▶ [Problem]: The entries should each be set down again precisely.

BEGIN Information supplied

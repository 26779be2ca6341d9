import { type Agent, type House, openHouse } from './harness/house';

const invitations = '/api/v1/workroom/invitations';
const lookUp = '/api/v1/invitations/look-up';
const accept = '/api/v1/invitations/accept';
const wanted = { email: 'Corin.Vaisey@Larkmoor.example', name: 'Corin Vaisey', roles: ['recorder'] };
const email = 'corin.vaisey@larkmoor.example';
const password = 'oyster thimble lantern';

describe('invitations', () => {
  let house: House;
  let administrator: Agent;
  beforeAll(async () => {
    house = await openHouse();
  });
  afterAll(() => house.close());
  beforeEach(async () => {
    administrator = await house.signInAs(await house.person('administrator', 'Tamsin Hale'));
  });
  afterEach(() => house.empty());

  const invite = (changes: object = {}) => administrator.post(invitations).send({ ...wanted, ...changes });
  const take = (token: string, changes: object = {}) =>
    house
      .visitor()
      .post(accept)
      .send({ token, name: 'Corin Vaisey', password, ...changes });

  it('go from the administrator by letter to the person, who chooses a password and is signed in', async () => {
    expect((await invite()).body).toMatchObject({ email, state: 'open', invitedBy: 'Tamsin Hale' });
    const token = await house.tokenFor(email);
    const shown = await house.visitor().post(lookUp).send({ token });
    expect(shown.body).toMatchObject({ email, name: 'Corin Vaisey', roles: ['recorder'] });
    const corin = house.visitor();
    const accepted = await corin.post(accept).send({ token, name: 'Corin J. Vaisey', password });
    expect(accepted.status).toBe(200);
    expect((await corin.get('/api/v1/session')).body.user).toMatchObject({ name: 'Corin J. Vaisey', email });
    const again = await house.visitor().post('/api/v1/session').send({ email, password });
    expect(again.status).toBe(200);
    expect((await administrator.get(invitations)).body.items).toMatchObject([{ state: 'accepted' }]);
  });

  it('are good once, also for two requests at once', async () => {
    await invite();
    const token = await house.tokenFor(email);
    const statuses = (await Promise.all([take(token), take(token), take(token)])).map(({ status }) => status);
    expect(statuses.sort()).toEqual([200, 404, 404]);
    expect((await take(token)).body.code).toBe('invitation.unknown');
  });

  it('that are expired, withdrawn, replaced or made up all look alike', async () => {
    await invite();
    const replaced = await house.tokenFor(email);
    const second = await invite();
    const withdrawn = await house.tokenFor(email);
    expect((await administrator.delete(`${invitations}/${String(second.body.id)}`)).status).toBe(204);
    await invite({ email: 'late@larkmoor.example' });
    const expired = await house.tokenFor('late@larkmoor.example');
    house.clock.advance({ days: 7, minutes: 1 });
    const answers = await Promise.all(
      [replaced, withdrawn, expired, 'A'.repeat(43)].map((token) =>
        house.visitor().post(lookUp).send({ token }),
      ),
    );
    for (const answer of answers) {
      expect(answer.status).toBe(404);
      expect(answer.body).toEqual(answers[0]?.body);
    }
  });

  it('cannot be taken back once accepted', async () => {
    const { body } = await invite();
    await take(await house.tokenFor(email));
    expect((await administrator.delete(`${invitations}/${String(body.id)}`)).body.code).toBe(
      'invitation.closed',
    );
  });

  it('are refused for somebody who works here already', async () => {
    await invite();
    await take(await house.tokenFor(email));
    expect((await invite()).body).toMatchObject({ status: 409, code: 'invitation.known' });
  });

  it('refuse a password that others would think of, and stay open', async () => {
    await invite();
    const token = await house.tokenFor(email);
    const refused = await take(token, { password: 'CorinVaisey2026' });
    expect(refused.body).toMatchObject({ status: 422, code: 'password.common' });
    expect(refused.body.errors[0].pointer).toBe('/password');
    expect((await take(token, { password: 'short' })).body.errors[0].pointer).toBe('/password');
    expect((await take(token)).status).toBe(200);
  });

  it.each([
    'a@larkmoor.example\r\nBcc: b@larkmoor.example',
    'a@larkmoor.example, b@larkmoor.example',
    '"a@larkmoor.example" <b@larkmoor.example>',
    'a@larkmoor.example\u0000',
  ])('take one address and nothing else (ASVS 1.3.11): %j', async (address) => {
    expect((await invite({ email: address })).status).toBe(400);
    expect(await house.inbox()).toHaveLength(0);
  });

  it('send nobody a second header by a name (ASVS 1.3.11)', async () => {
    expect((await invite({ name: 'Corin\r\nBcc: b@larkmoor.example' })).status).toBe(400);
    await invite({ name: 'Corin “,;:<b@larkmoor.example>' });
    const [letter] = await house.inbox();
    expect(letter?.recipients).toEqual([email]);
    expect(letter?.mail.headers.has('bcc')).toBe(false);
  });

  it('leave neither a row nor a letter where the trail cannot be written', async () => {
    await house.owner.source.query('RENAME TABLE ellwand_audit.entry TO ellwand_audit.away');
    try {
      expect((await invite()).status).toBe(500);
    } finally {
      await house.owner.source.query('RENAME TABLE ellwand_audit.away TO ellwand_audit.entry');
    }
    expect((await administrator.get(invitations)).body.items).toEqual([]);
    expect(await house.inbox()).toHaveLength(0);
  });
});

END Information supplied

▶ [Task output]:
repository 26779be2ca6341d9
import { type Agent, type House, openHouse } from './harness/house';

const invitations = '/api/v1/workroom/invitations';
const lookUp = '/api/v1/invitations/look-up';
const accept = '/api/v1/invitations/accept';
const wanted = { email: 'Corin.Vaisey@Larkmoor.example', name: 'Corin Vaisey', roles: ['recorder'] };
const email = 'corin.vaisey@larkmoor.example';
const password = 'oyster thimble lantern';

describe('invitations', () => {
  let house: House;
  let administrator: Agent;
  beforeAll(async () => {
    house = await openHouse();
  });
  afterAll(() => house.close());
  beforeEach(async () => {
    administrator = await house.signInAs(await house.person('administrator', 'Tamsin Hale'));
  });
  afterEach(() => house.empty());

  const invite = (changes: object = {}) => administrator.post(invitations).send({ ...wanted, ...changes });
  const take = (token: string, changes: object = {}) =>
    house
      .visitor()
      .post(accept)
      .send({ token, name: 'Corin Vaisey', password, ...changes });

  it('go from the administrator by letter to the person, who chooses a password and is signed in', async () => {
    expect((await invite()).body).toMatchObject({ email, state: 'open', invitedBy: 'Tamsin Hale' });
    const token = await house.tokenFor(email);
    const shown = await house.visitor().post(lookUp).send({ token });
    expect(shown.body).toMatchObject({ email, name: 'Corin Vaisey', roles: ['recorder'] });
    const corin = house.visitor();
    const accepted = await corin.post(accept).send({ token, name: 'Corin J. Vaisey', password });
    expect(accepted.status).toBe(200);
    expect((await corin.get('/api/v1/session')).body.user).toMatchObject({ name: 'Corin J. Vaisey', email });
    const again = await house.visitor().post('/api/v1/session').send({ email, password });
    expect(again.status).toBe(200);
    expect((await administrator.get(invitations)).body.items).toMatchObject([{ state: 'accepted' }]);
  });

  it('are good once, also for two requests at once', async () => {
    await invite();
    const token = await house.tokenFor(email);
    const statuses = (await Promise.all([take(token), take(token), take(token)])).map(({ status }) => status);
    expect(statuses.sort()).toEqual([200, 404, 404]);
    expect((await take(token)).body.code).toBe('invitation.unknown');
  });

  it('that are expired, withdrawn, replaced or made up all look alike', async () => {
    await invite();
    const replaced = await house.tokenFor(email);
    const second = await invite();
    const withdrawn = await house.tokenFor(email);
    expect((await administrator.delete(`${invitations}/${String(second.body.id)}`)).status).toBe(204);
    await invite({ email: 'late@larkmoor.example' });
    const expired = await house.tokenFor('late@larkmoor.example');
    house.clock.advance({ days: 7, minutes: 1 });
    const answers = await Promise.all(
      [replaced, withdrawn, expired, 'A'.repeat(43)].map((token) =>
        house.visitor().post(lookUp).send({ token }),
      ),
    );
    for (const answer of answers) {
      expect(answer.status).toBe(404);
      expect(answer.body).toEqual(answers[0]?.body);
    }
  });

  it('cannot be taken back once accepted', async () => {
    const { body } = await invite();
    await take(await house.tokenFor(email));
    expect((await administrator.delete(`${invitations}/${String(body.id)}`)).body.code).toBe(
      'invitation.closed',
    );
  });

  it('are refused for somebody who works here already', async () => {
    await invite();
    await take(await house.tokenFor(email));
    expect((await invite()).body).toMatchObject({ status: 409, code: 'invitation.known' });
  });

  it('refuse a password that others would think of, and stay open', async () => {
    await invite();
    const token = await house.tokenFor(email);
    const refused = await take(token, { password: 'CorinVaisey2026' });
    expect(refused.body).toMatchObject({ status: 422, code: 'password.common' });
    expect(refused.body.errors[0].pointer).toBe('/password');
    expect((await take(token, { password: 'short' })).body.errors[0].pointer).toBe('/password');
    expect((await take(token)).status).toBe(200);
  });

  it.each([
    'a@larkmoor.example\r\nBcc: b@larkmoor.example',
    'a@larkmoor.example, b@larkmoor.example',
    '"a@larkmoor.example" <b@larkmoor.example>',
    'a@larkmoor.example\u0000',
  ])('take one address and nothing else (ASVS 1.3.11): %j', async (address) => {
    expect((await invite({ email: address })).status).toBe(400);
    expect(await house.inbox()).toHaveLength(0);
  });

  it('send nobody a second header by a name (ASVS 1.3.11)', async () => {
    expect((await invite({ name: 'Corin\r\nBcc: b@larkmoor.example' })).status).toBe(400);
    await invite({ name: 'Corin “,;:<b@larkmoor.example>' });
    const [letter] = await house.inbox();
    expect(letter?.recipients).toEqual([email]);
    expect(letter?.mail.headers.has('bcc')).toBe(false);
  });

  it('leave neither a row nor a letter where the trail cannot be written', async () => {
    await house.owner.source.query('RENAME TABLE ellwand_audit.entry TO ellwand_audit.away');
    try {
      expect((await invite()).status).toBe(500);
    } finally {
      await house.owner.source.query('RENAME TABLE ellwand_audit.away TO ellwand_audit.entry');
    }
    expect((await administrator.get(invitations)).body.items).toEqual([]);
    expect(await house.inbox()).toHaveLength(0);
  });
});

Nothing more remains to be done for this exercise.